Eligibility of study

You may be eligible for this study if you meet the following criteria:

  • Conditions: Barrett Esophagus, Barretts Esophagus With Dysplasia, Esophageal Adenocarcinoma
  • Age: 18 years or above
  • Gender: All

Inclusion criteria

  • Male or female, age ≥18 years,
  • Subject has endoscopic evidence of Barrett's esophagus characterized by the presence of salmon-colored mucosa in the tubular esophagus of at least 1 cm in length as well as endoscopic biopsies from the involved areas demonstrating columnar metaplasia with goblet cells.
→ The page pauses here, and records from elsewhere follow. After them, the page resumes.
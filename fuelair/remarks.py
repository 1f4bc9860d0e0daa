"""What a result says in words: the verdict, the warnings, the sources it rests on."""

from __future__ import annotations

from collections.abc import Iterator

from fuelair.assessment import Assessment
from fuelair.cycle.result import REAL_MODEL, REFERENCE_MODEL
from fuelair.gas.engine import Status
from fuelair.gas.graphite import carbon_activity
from fuelair.quantities import QUANTITIES, shown
from fuelair.sources import Source, cite

LIMITS = {
    "peak_pressure": "peak_pressure_Pa",
    "peak_temperature": "peak_temperature_K",
    "compression_pressure": "compression_pressure_Pa",
    "compression_temperature": "compression_temperature_K",
    "release_temperature": "release_temperature_K",
    "release_pressure": "release_pressure_Pa",
    "exhaust_temperature": "exhaust_temperature_K",
}
"""Keys of [limits] -> quantity they bound."""
LIMIT_SLACK = 1e-9
RICH = 1e-10
"""Missing oxygen [kmol/kg] from which a charge counts as rich."""
USUAL_RATIO = {"direct": (12.0, 24.0), "premixed": (6.0, 14.0), "port-liquid": (6.0, 14.0), "early-direct": (6.0, 14.0)}
"""Compression ratios in use, common practice."""
REAL_GAS_MATTERS = 0.01
"""Share of compression pressure from which the real gas is mentioned."""


def verdict(a: Assessment) -> str:
    """One sentence: what to expect, and how far off the constant-k air cycle is."""
    f = a.figures()
    result = a.results[a.headline]
    held = bool(result.flags["limited"][0])
    before, after = (a.exhaust_figures[k] for k in ("exhaust_temperature_before_scavenge_air_K", "exhaust_temperature_K"))
    text = (
        f"Expect a peak of {shown('peak_temperature_K', f['peak_temperature_K'])} (mass mean) and "
        f"{shown('peak_pressure_Pa', f['peak_pressure_Pa'])}{' (held)' if held else ''}, exhaust at "
        f"{shown('exhaust_temperature_K', after)}{'' if before == after else ' after scavenge air'} and "
        f"{shown('imep_gross_Pa', f['imep_gross_Pa'])} gross indicated mean pressure at "
        f"{shown('indicated_efficiency', f['indicated_efficiency'])} gross indicated efficiency"
    )
    if bool(result.flags["back-flow"][0]):
        text += ", with exhaust flowing back into the cylinder"
    return f"{text}; {_against_constant_k(a, f)}."


def _against_constant_k(a: Assessment, f: dict[str, float | None]) -> str:
    """How far off the constant-k air cycle is; for rich charges on the heat that the oxygen allows."""
    limited = a.companions.get("oxygen-limited-heat", {}).get("air-cold")
    name = "the constant-k air cycle" + (" (on the heat that the oxygen allows)" if limited is not None else "")
    cold = a.figures("air-cold")
    if limited is not None:
        solved = limited.status[0] == Status.OK
        cold = {k: float(v[0]) if solved else None for k, v in limited.figures.items()}
    peak, pressure, work = (cold[k] for k in ("peak_temperature_K", "peak_pressure_Pa", "work_J_per_kg"))
    if peak is None or pressure is None or work is None:
        return f"{name} has no solution here ({a.status('air-cold').label})"
    hot = peak - (f["peak_temperature_K"] or 0.0)
    high = pressure / (f["peak_pressure_Pa"] or 1.0) - 1.0
    eager = work / (f["work_J_per_kg"] or 1.0) - 1.0
    words = [f"{abs(hot):.0f} K too {'hot' if hot >= 0.0 else 'cold'}"]
    if abs(high) >= 0.005:
        words.append(f"{100 * abs(high):.0f} % too {'high' if high >= 0.0 else 'low'} in peak pressure")
    words.append(f"{100 * abs(eager):.0f} % too {'efficient' if eager >= 0.0 else 'inefficient'}")
    return f"{name} is {', '.join(words[:-1])} and {words[-1]}"


def warnings(a: Assessment) -> list[str]:
    """Everything a reader should mind, most binding first."""
    return [*_limits(a), *_mixture(a), *_validity(a), *(f"Fuel: {w}" for w in a.fuel.warnings)]


def _limits(a: Assessment) -> Iterator[str]:
    f = a.figures() | {"exhaust_temperature_K": a.exhaust_figures["exhaust_temperature_K"]}
    for key, quantity in LIMITS.items():
        limit, value = getattr(a.case.limits, key), f[quantity]
        if limit is not None and value is not None and value > limit * (1.0 + LIMIT_SLACK):
            yield (
                f"{QUANTITIES[quantity].label} {shown(quantity, value)} exceeds limits.{key} = "
                f"{shown(quantity, limit)} ({a.headline})."
            )


def _mixture(a: Assessment) -> Iterator[str]:
    oxygen = float(a.charge.oxygen_excess_ratio()[0])
    if float(a.charge.oxygen_left()[0]) < -RICH:
        yield (
            f"Rich: the trapped oxygen burns only {100 * oxygen:.1f} % of the fuel; {_unburned(a)} with the "
            "exhaust. Air-standard companions with oxygen-limited heat are in the results."
        )
    result = a.results[a.headline]
    if result.table is not None:
        activity = float(carbon_activity(result.table, result.point("burned").state)[0])
        released = float(carbon_activity(result.table, result.point("release").state)[0])
        if max(activity, released) > 1.0 - 1e-3:
            yield (
                "Solid carbon would form in equilibrium during expansion; composition is frozen from where it would begin. "
                "Expect soot."
            )
    if bool(result.flags["back-flow"][0]):
        yield "Release pressure is below exhaust pressure: exhaust flows back into the cylinder when the valve opens."
    drained = float(a.charge.drained_water[0])
    if drained > 1e-9:
        yield (
            f"{drained * 1e3:.1f} g of water per kg of dry air condense in the receiver or the exhaust cooler and are drained; "
            f"dew point after that {float(a.charge.receiver_dew_point[0]) - 273.15:.0f} degC."
        )
    ratio = float(a.charge.saturation_ratio[0])
    if ratio > 0.9:
        yield f"The fuel vapour is at {100 * ratio:.0f} % of saturation in the trapped charge: a little colder and it condenses."
    injector, compressed = float(a.charge.recipe.fuel_pressure[0]), a.figures()["compression_pressure_Pa"]
    if a.case.fuel.admission == "direct" and compressed is not None and injector <= compressed:
        yield (
            f"Fuel pressure {injector / 1e5:.4g} bar is not above the compression pressure: nothing could be injected. "
            "Give fuel.pressure; its enthalpy moves the peak temperature."
        )
    if a.exergy.from_correlation:
        yield "The fuel's exergy rests on the Szargut-Styrylo ratio, not on species data."


def _unburned(a: Assessment) -> str:
    return "carbon monoxide and hydrogen leave" if a.fuel.mass_fractions.get("C") else "hydrogen leaves"


def _validity(a: Assessment) -> Iterator[str]:
    low, high = USUAL_RATIO[a.case.fuel.admission]
    r = a.case.engine.compression_ratio
    if not low <= r <= high:
        yield f"Compression ratio {r:g} is outside the usual {low:g} to {high:g} for this admission (common practice)."
    yield from _real_gas(a)
    for model, result in a.results.items():
        status = Status(int(result.status[0]))
        if status is not Status.OK:
            yield f"{model}: {status.label}: {status.reason}."
    walls = "no heat to the walls" + (" but that of polytropic compression" if a.case.gas.compression_exponent else "")
    yield (
        f"Ideal cycle: instant adiabatic combustion, {walls}, no flow losses. It is a ceiling for work and "
        "efficiency; common practice puts real indicated efficiency at 0.80 to 0.90 of it."
    )


def _real_gas(a: Assessment) -> Iterator[str]:
    """What the ideal-gas law hides, and how far two real-gas models are apart."""
    real, ideal = a.figures(REAL_MODEL), a.figures(REFERENCE_MODEL)
    pressure, peak = real["compression_pressure_Pa"], real["peak_pressure_Pa"]
    base, ideal_peak = ideal["compression_pressure_Pa"], ideal["peak_pressure_Pa"]
    if pressure is None or peak is None or base is None or ideal_peak is None:
        return
    share, share_peak = pressure / base - 1.0, peak / ideal_peak - 1.0
    follows = f", peak pressure {100 * share_peak:.1f} %" if share_peak > 5e-4 else ""
    if a.headline != REAL_MODEL and share > REAL_GAS_MATTERS:
        yield (
            f"Real gas: compression pressure is {100 * share:.1f} % above the ideal gas "
            f"({shown('compression_pressure_Pa', pressure)}){follows}. "
            '[gas] model = "real" makes that model the headline.'
        )
    if a.second_opinion is not None and share > REAL_GAS_MATTERS:
        yield (
            f"Second opinion: Peng-Robinson puts compression pressure at {shown('compression_pressure_Pa', a.second_opinion)}, "
            f"{100 * (a.second_opinion / pressure - 1.0):+.1f} % against {REAL_MODEL}."
        )


def sources(a: Assessment) -> list[Source]:
    """Sources that this result rests on."""
    keys = ["cantera-data", "iso2533", "first-law", "freeze1740", "szargut"]
    if a.exergy.from_correlation:
        keys.append("styrylo1964")
    if float(a.charge.recipe.humidity[0]) > 0.0 or float(a.charge.recipe.egr_fraction[0]) > 0.0:
        keys.append("wagner1993")
    reference = {"iso-3046": "iso3046", "iso-1585": "iso1585", "iacs-m28": "iacsm28"}.get(a.case.charge.reference or "")
    if reference:
        keys.append(reference)
    if a.status(REAL_MODEL) is Status.OK:
        keys += ["virial", "lemmon2000"]
    if a.second_opinion is not None:
        keys.append("pengrobinson1976")
    return cite(*keys)
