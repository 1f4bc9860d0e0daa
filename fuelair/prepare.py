"""From a case to the numbers the physics rooms take: fuel, ambient air, recipe, settings."""

from __future__ import annotations

from dataclasses import dataclass

import numpy as np

from fuelair import air
from fuelair.air import Ambient, DryAir
from fuelair.case import Case, fuels
from fuelair.charge import Recipe, enters_as_liquid
from fuelair.crank import kinematics
from fuelair.cycle.breathing import DEFAULT_FREEZE, Settings
from fuelair.cycle.geometry import Volumes
from fuelair.cycle.result import FREEZE_MODEL, REAL_MODEL, REFERENCE_MODEL
from fuelair.errors import InputError, Problem
from fuelair.fuel import Fuel
from fuelair.gas.engine import Array
from fuelair.gas.species import build

START_PHI = 0.5
"""Equivalence ratio that a recipe starts from when the case gives a fuel mass or a cut-off ratio."""


@dataclass(frozen=True, slots=True)
class Prepared:
    """A case as numbers, a batch of one.

    Attributes
    ----------
    fuel, ambient : the fuel and the air outside.
    recipe, settings : what to trap, and how the cycle runs.
    headline : model id of the verdict.
    fuel_mass, cutoff_ratio : the amount of fuel if given that way (1,), else None.
    swept_volume : of one cylinder [m3], None without geometry.
    cycles_per_second : of one cylinder [1/s], None without speed.
    scavenge_ratio : fresh charge delivered over trapped mass, None if none passes through.
    """

    fuel: Fuel
    ambient: Ambient
    recipe: Recipe
    settings: Settings
    headline: str
    fuel_mass: Array | None
    cutoff_ratio: Array | None
    swept_volume: float | None
    cycles_per_second: float | None
    scavenge_ratio: float | None


def prepare(case: Case, dry_air: DryAir | None = None) -> Prepared:
    """Numbers of a case.

    Parameters
    ----------
    dry_air : composition of the dry air; default `fuelair.air.dry_air`.
    """
    charge, engine = case.charge, case.engine
    outside = ambient(case)
    recipe = _recipe(case, outside, dry_air or air.dry_air())
    swept = _swept_volume(case)
    return Prepared(
        fuel=recipe.fuel,
        ambient=outside,
        recipe=recipe,
        settings=_settings(case, recipe, swept),
        headline=headline_model(case),
        fuel_mass=None if charge.fuel_mass is None else _one(charge.fuel_mass),
        cutoff_ratio=None if case.combustion.cutoff_ratio is None else _one(case.combustion.cutoff_ratio),
        swept_volume=swept,
        cycles_per_second=None if engine.speed is None else engine.speed * 2.0 / engine.strokes_per_cycle,
        scavenge_ratio=charge.scavenge_ratio,
    )


def _recipe(case: Case, outside: Ambient, mixture: DryAir) -> Recipe:
    charge, fuel = case.charge, fuels.record(case.fuel)
    from_intake = charge.intake_pressure is not None
    pressure, temperature = (
        (charge.intake_pressure, charge.intake_temperature) if from_intake else (charge.pressure, charge.temperature)
    )
    recipe = Recipe(
        table=build(fuel.vapour),
        fuel=fuel,
        air=mixture,
        admission=case.fuel.admission,
        equivalence_ratio=_one(START_PHI),
        humidity=_one(_humidity(case, outside, mixture)),
        pressure=_one(pressure),
        temperature=_one(temperature),
        from_intake=from_intake,
        exhaust_pressure=_one(charge.exhaust_pressure),
        egr_fraction=_one(charge.egr_fraction),
        egr_temperature=_one(charge.egr_temperature),
        combustion_efficiency=_one(case.combustion.combustion_efficiency),
        fuel_temperature=_one(case.fuel.temperature),
        fuel_pressure=_one(case.fuel.pressure),
        evaporated_by_gas=_one(case.fuel.evaporated_by_gas),
        water_ratio=None if charge.water_fuel_ratio is None else _one(charge.water_fuel_ratio),
        water_temperature=None if charge.water_temperature is None else _one(charge.water_temperature),
        water_at_combustion=charge.water_admission == "cylinder",
    )
    if recipe.admission == "port-liquid" and not enters_as_liquid(recipe)[0]:
        problem = Problem(
            f"{fuel.name} is a gas at {case.fuel.temperature:g} K and {case.fuel.pressure / 1e5:.4g} bar",
            "fuel.admission",
            case.written("fuel.admission"),
            "a supply state in which the fuel is liquid",
            'admission = "premixed", or fuel.pressure above its vapour pressure',
        )
        raise InputError(case.place(problem))
    phi = equivalence_ratio(case, recipe.stoichiometric_air_fuel_ratio)
    return recipe if phi is None else recipe.with_equivalence_ratio(_one(phi))


def _humidity(case: Case, outside: Ambient, mixture: DryAir) -> float:
    """Water vapour per dry air of the air outside [kg/kg]."""
    ratio = air.humidity_ratio(outside.relative_humidity, outside.temperature, outside.pressure, mixture.molar_mass)
    if np.isfinite(ratio):
        return float(ratio)
    most = outside.pressure / float(air.water_saturation_pressure(outside.temperature))
    problem = Problem(
        "the water vapour alone would exceed the ambient pressure",
        "charge.relative_humidity",
        outside.relative_humidity,
        f"below {most:.1%} at {outside.temperature:g} K and {outside.pressure / 1e5:g} bar ambient",
        "check charge.ambient_temperature and charge.ambient_pressure",
    )
    raise InputError(case.place(problem))


def _settings(case: Case, recipe: Recipe, swept: float | None) -> Settings:
    charge, freeze = case.charge, case.gas.freeze_temperature
    return Settings(
        volumes=volumes(case),
        heat_addition=case.combustion.heat_addition,
        pressure_limit=_one(case.combustion.pressure_limit),
        freeze_temperature=_one(DEFAULT_FREEZE if freeze is None else freeze),
        residual=None if charge.residual_fraction == "solve" else _one(float(charge.residual_fraction or 0.0)),
        exhaust_pressure=_one(charge.exhaust_pressure),
        intake_pressure=recipe.pressure,
        swept_volume=_one(swept),
        four_stroke=case.engine.strokes_per_cycle == 4,
        compression_exponent=None if case.gas.compression_exponent is None else _one(case.gas.compression_exponent),
    )


def headline_model(case: Case) -> str:
    """Model id that the case's [gas] section makes the headline."""
    if case.gas.model == "real":
        return REAL_MODEL
    if case.gas.expansion == "frozen":
        return "fuel-air-frozen"
    return REFERENCE_MODEL if case.gas.freeze_temperature is None else FREEZE_MODEL


def equivalence_ratio(case: Case, stoichiometric: float) -> float | None:
    """Equivalence ratio given directly or as excess air or air-fuel ratio; None if it follows from the cycle."""
    charge = case.charge
    if charge.equivalence_ratio is not None:
        return charge.equivalence_ratio
    if charge.excess_air_ratio is not None:
        return 1.0 / charge.excess_air_ratio
    if charge.air_fuel_ratio is not None:
        return stoichiometric / charge.air_fuel_ratio
    return None


def ambient(case: Case) -> Ambient:
    """The air outside: written keys first, then altitude, then the reference set, then the case's defaults."""
    charge = case.charge
    base = air.REFERENCE[charge.reference] if charge.reference else Ambient(101325.0, 298.15, 0.0, "101 325 Pa, 298.15 K, dry")
    if charge.altitude is not None:
        temperature, pressure = air.standard_atmosphere(charge.altitude)
        base = Ambient(pressure, temperature, base.relative_humidity, f"ISO 2533 at {charge.altitude:g} m")
    return Ambient(
        base.pressure if charge.ambient_pressure is None else charge.ambient_pressure,
        base.temperature if charge.ambient_temperature is None else charge.ambient_temperature,
        base.relative_humidity if charge.relative_humidity is None else charge.relative_humidity,
        base.source,
    )


def volumes(case: Case) -> Volumes:
    """Cylinder volumes at the events; an event left at its dead centre is exactly there."""
    engine = case.engine
    r = engine.compression_ratio
    two_stroke = engine.strokes_per_cycle == 2
    closing = engine.intake_closing
    if two_stroke and engine.exhaust_closing is not None:
        closing = max(closing, engine.exhaust_closing)
    inner, outer = 1.0 / (r - 1.0), 1.0 / (r - 1.0) + 1.0

    def at(angle: float) -> float:
        if abs(angle) == 180.0:
            return outer
        if angle % 360.0 == 0.0 or engine.stroke is None or engine.rod_length is None:
            return inner
        return float(
            kinematics.relative_volume(
                angle,
                stroke=engine.stroke,
                rod_length=engine.rod_length,
                compression_ratio=r,
                pin_offset=engine.pin_offset,
            )
        )

    last = inner if two_stroke or engine.exhaust_closing is None else at(engine.exhaust_closing)
    return Volumes(_one(inner), _one(at(closing)), _one(at(engine.exhaust_opening)), _one(last))


def _swept_volume(case: Case) -> float | None:
    engine = case.engine
    if engine.bore is None or engine.stroke is None:
        return None
    if engine.pin_offset and engine.rod_length is not None:
        return kinematics.swept_volume(
            bore=engine.bore, stroke=engine.stroke, rod_length=engine.rod_length, pin_offset=engine.pin_offset
        )
    return float(0.25 * np.pi * engine.bore**2 * engine.stroke)


def _one(value: float | None) -> Array:
    return np.array([np.nan if value is None else float(value)])
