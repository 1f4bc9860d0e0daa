"""What verbs print with: tables, lists, errors, and the width they keep."""

from __future__ import annotations

import io
import os
import sys
from collections.abc import Callable, Iterable, Iterator
from contextlib import contextmanager
from typing import IO, TYPE_CHECKING, Literal, cast

from rich import box
from rich.console import Console
from rich.markup import escape
from rich.padding import Padding
from rich.table import Table as RichTable

if TYPE_CHECKING:
    from fuelair.case import Case
    from fuelair.report.tables import Table

NARROWEST, PIPED = 110, 120
"""Width of the output in characters: the least that cuts no table, and when it is not a terminal."""
LONGEST_CELL = 22
"""Width up to which a number or a word of a head is never cut."""


def show(console: Console, table: Table) -> None:
    """Print a table of a report."""
    grid(console, table.title, table.columns, table.rows, table.note, table.stressed)


def grid(
    console: Console,
    title: str,
    columns: Iterable[str],
    rows: Iterable[Iterable[str]],
    note: str = "",
    stressed: int | None = None,
) -> None:
    """Print columns and rows; columns of numbers to the right, column ``stressed`` in bold."""
    columns = tuple(columns)
    frame = RichTable(
        box=box.SIMPLE_HEAD,
        title=f"[bold cyan]{escape(title)}[/bold cyan]",
        title_style="not italic",
        title_justify="left",
        pad_edge=False,
        show_header=any(columns),
        show_edge=False,
    )
    body = [tuple(row) for row in rows]
    for i, name in enumerate(columns):
        numeric = i > 0 and any(columns) and sum(_is_number(row[i]) for row in body) * 2 > len(body)
        words = [w for line in name.splitlines() for w in line.split()]
        least = max([len(w) for w in words] + [len(row[i]) for row in body if numeric], default=1)
        justify: Literal["right", "left"] = "right" if numeric else "left"
        style = "bold" if i == stressed else ""
        frame.add_column(escape(name), justify=justify, style=style, min_width=min(least, LONGEST_CELL), overflow="fold")
    for row in body:
        frame.add_row(*(escape(cell) for cell in row))
    console.print(Padding(frame, (0, 2)))
    if note:
        console.print(Padding(escape(note), (0, 2)), style="dim")
    console.print()


def _is_number(text: str) -> bool:
    return bool(text) and (text[0].isdigit() or text[0] in "+-")


def study_head(console: Console, case: Case, model: str, engine: str, scan: str, verdict: str) -> None:
    """Print what a study was asked and what came of it, before its tables."""
    console.print()
    console.print(f"[bold]{escape(case.title or 'Untitled case')}[/bold]")
    console.print(escape(f"{model}, {engine} engine; {scan}"), style="dim")
    console.print()
    console.print(Padding(f"[bold]{escape(verdict)}[/bold]", (0, 2)))
    console.print()


def bullets(console: Console, title: str, items: Iterable[str]) -> None:
    """Print items under a title, nothing if there are none."""
    items = list(items)
    if not items:
        return
    console.print(f"[bold]{title}[/bold]")
    for item in items:
        line = RichTable.grid(padding=(0, 1))
        line.add_column(width=2, justify="right")
        line.add_column(overflow="fold")
        line.add_row("-", escape(item))
        console.print(line)
    console.print()


class _Trimmed(io.TextIOBase):
    """Standard output without the blanks that tables leave at line ends."""

    def __init__(self) -> None:
        self.rest = ""

    def write(self, text: str) -> int:
        *lines, self.rest = (self.rest + text).split("\n")
        sys.stdout.writelines(line.rstrip() + "\n" for line in lines)
        return len(text)

    def flush(self) -> None:
        sys.stdout.flush()


def terminal(*, stderr: bool = False) -> Console:
    """Console on standard output (or error) whose lines hold the widest table."""
    if stderr:
        return Console(stderr=True, highlight=False)
    if sys.stdout.isatty():
        console = Console(highlight=False)
        return console if console.width >= NARROWEST else Console(highlight=False, width=NARROWEST)
    asked = os.environ.get("COLUMNS", "")
    width = max(int(asked), NARROWEST) if asked.isdigit() else PIPED
    return Console(file=cast("IO[str]", _Trimmed()), highlight=False, width=width)


def complain(text: str) -> None:
    """Say on standard error what is wrong."""
    print(f"fuelair: {text}", file=sys.stderr)


def remark(text: str) -> None:
    """Say something by the way on standard error."""
    terminal(stderr=True).print(escape(text), style="dim", soft_wrap=True)


@contextmanager
def progress(what: str) -> Iterator[Callable[[int, int], None]]:
    """A bar on standard error for work of so many rows; none where that is no terminal.

    Yields a function that takes rows done and rows in all.
    """
    if not sys.stderr.isatty():
        yield lambda done, rows: None
        return
    from rich import progress as bars

    console = terminal(stderr=True)
    columns = (
        bars.TextColumn("{task.description}"),
        bars.BarColumn(),
        bars.MofNCompleteColumn(),
        bars.TaskProgressColumn(),
        bars.TimeRemainingColumn(),
    )
    with bars.Progress(*columns, console=console, transient=True) as shown:
        task = shown.add_task(escape(what), total=None)
        yield lambda done, rows: shown.update(task, completed=done, total=rows)
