"""The verb `band`: what the spreads of [tolerance] do to every quantity."""

from __future__ import annotations

from pathlib import Path
from typing import Annotated

import typer
from rich.markup import escape

from fuelair.cli.console import bullets, progress, show, study_head, terminal
from fuelair.cli.options import (
    CaseFile,
    EngineOption,
    JsonOption,
    ModelOption,
    RunnerOption,
    WorkersOption,
    deliver,
    engine_of_study,
    runner_named,
)
from fuelair.errors import InputError, Problem


def band(
    case: CaseFile,
    rows: Annotated[
        int | None, typer.Option("--rows", metavar="N", help="Size of the sample, a power of two; default that of the case.")
    ] = None,
    seed: Annotated[int | None, typer.Option("--seed", help="Of the random numbers; default that of the case.")] = None,
    quantities: Annotated[
        str | None,
        typer.Option(
            "--quantities", metavar="NAME,...", help="Quantities to report, e.g. peak_pressure,imep_gross; default all."
        ),
    ] = None,
    model: ModelOption = None,
    engine: EngineOption = None,
    workers: WorkersOption = None,
    runner: RunnerOption = None,
    json_file: JsonOption = None,
    out: Annotated[
        Path | None, typer.Option("--out", metavar="FOLDER", help="Write JSON, CSV tables and the resolved case there.")
    ] = None,
) -> None:
    r"""Give every quantity a band from the spreads in \[tolerance], and say what moves it most."""
    from fuelair import Case
    from fuelair.report import files, studies
    from fuelair.study import tolerance

    if out is not None and not str(out).strip("."):
        raise InputError(Problem("names no folder of its own", "--out", str(out), "a folder", "--out results"))
    names = None if quantities is None else [name.strip() for name in quantities.split(",") if name.strip()]
    read = Case.read(case)
    chosen = engine_of_study(engine)
    where = runner_named(chosen, runner, workers, None, (None, None, None))
    with progress("band") as shown:
        found = tolerance.band(
            read, rows=rows, seed=seed, quantities=names, model=model, engine=chosen, runner=where, progress=shown
        )
    written = files.write_texts(studies.band_files(found), out, keep=case) if out is not None else []
    if deliver(found.to_dict(), json_file, case):
        return
    console = terminal()
    spread = ", ".join(one.key for one in found.spreads)
    study_head(console, read, found.model, found.engine, f"spread: {spread}; {found.rows + found.extra + 1} rows", found.verdict)
    seen = studies.seen(found, chosen=names is not None)
    show(console, studies.bands(found, seen))
    show(console, studies.movers(found, seen))
    for name in seen:
        if name == tolerance.PEAK or names is not None:
            show(console, studies.influence(found, name))
    peak = studies.design_peak(found)
    if peak is not None:
        show(console, peak)
    bullets(console, "Mind", found.notes())
    if json_file is not None:
        console.print(f"Wrote {escape(str(json_file))}")
    if written:
        console.print(f"Wrote {escape(str(out))}: {', '.join(p.name for p in written)}")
This inclusion criterion will exclude patients with intestinal metaplasia with dysplasia of the gastric cardia,
  • Biopsies within the previous 12 months demonstrating Barrett's esophagus and low grade dysplasia,
  • Confirmation of low grade dysplasia by expert central pathology panel from biopsies obtained within the previous 12 months (including those obtained from the referring physician),
  • Demonstrated ability to tolerate proton pump inhibitor (PPI) therapy based on patient self-report, and, Ability to discontinue antiplatelet and anticoagulant therapy based on standard guideline recommendations prior to and after endoscopic procedures.

Exclusion Criteria:

  •     Pregnancy;
  • Prior endoscopic eradication therapy for Barrett's esophagus;
  • History of high grade dysplasia or post-endoscopy esophageal adenocarcinoma;
  • History of esophageal resection/esophagectomy
  • Active erosive esophagitis (Los Angeles Grade B or higher) - patients are eligible upon resolution of erosive esophagitis;
  • Esophageal strictures precluding passage of the endoscope or treatment catheters - patients are eligible upon resolution of esophageal stricture due to endoscopic dilation or resolution with medical therapy;
  • Esophageal varices or known portal hypertension; and
  • Life expectancy of <2 years as judged by the site investigator. * Presence of a visible lesion (nodularity) at the index endoscopy is not an exclusion criterion. Subjects with visible lesions will undergo endoscopic mucosal resection (EMR) to determine pathology; those with high grade dysplasia or post-endoscopy esophageal adenocarcinoma pathology will exit the study after a 30-day safety follow up.